# WORK TO COMPLETE
List the lines of this listing that hold the word "simulated".

# DATA
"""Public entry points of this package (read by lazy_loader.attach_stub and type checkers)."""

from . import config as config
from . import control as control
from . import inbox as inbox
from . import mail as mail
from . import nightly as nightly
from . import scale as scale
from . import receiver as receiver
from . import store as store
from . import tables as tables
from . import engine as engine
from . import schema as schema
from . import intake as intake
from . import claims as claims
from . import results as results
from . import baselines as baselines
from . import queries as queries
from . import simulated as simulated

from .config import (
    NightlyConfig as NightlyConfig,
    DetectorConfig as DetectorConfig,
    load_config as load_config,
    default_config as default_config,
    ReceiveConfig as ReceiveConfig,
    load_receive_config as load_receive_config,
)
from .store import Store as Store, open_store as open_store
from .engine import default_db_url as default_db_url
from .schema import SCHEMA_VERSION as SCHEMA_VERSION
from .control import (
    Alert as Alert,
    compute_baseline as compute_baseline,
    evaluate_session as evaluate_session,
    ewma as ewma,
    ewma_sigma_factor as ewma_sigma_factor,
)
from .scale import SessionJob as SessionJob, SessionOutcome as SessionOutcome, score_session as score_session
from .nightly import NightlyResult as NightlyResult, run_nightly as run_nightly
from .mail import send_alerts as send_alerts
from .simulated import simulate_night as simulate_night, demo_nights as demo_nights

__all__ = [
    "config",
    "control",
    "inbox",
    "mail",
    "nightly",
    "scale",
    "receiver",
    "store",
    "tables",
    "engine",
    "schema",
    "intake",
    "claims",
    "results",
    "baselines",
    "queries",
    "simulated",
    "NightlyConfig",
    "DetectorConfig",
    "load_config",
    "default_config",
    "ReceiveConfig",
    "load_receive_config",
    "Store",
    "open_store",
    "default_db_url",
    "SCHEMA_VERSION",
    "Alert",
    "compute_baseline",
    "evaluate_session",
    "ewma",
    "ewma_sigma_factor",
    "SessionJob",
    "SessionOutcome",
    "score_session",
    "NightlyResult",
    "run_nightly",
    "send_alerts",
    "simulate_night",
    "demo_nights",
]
--
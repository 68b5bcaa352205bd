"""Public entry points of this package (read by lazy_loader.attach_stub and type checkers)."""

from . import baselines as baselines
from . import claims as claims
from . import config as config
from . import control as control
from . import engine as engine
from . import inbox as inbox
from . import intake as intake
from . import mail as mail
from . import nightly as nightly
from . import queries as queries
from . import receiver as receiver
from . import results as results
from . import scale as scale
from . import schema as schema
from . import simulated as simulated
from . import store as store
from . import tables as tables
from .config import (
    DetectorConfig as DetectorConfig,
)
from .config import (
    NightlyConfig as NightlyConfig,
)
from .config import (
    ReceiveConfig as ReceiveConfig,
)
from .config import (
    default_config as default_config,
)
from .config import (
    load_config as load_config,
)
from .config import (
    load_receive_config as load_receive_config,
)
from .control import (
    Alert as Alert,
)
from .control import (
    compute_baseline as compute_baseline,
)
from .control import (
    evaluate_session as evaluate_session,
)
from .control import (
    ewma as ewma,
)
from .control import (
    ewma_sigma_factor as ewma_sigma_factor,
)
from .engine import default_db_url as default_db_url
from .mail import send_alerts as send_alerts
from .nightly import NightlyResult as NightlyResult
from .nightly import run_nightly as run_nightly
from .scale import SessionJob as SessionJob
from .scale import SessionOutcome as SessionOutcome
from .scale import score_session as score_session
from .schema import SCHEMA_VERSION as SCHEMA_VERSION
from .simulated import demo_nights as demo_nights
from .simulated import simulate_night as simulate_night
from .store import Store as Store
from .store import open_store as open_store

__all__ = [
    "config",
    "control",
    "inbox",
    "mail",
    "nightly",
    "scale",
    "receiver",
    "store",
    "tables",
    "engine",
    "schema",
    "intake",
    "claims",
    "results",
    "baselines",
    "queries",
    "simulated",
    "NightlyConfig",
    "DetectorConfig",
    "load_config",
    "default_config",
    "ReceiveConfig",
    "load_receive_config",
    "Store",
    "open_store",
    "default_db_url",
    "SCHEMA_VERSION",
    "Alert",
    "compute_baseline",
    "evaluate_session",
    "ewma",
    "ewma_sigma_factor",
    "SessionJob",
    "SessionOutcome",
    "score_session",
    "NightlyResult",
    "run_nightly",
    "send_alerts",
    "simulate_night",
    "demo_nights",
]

# ANSWER AREA
from . import simulated as simulated
from .simulated import simulate_night as simulate_night, demo_nights as demo_nights
    "simulated",
from . import simulated as simulated
from .simulated import demo_nights as demo_nights
from .simulated import simulate_night as simulate_night
    "simulated",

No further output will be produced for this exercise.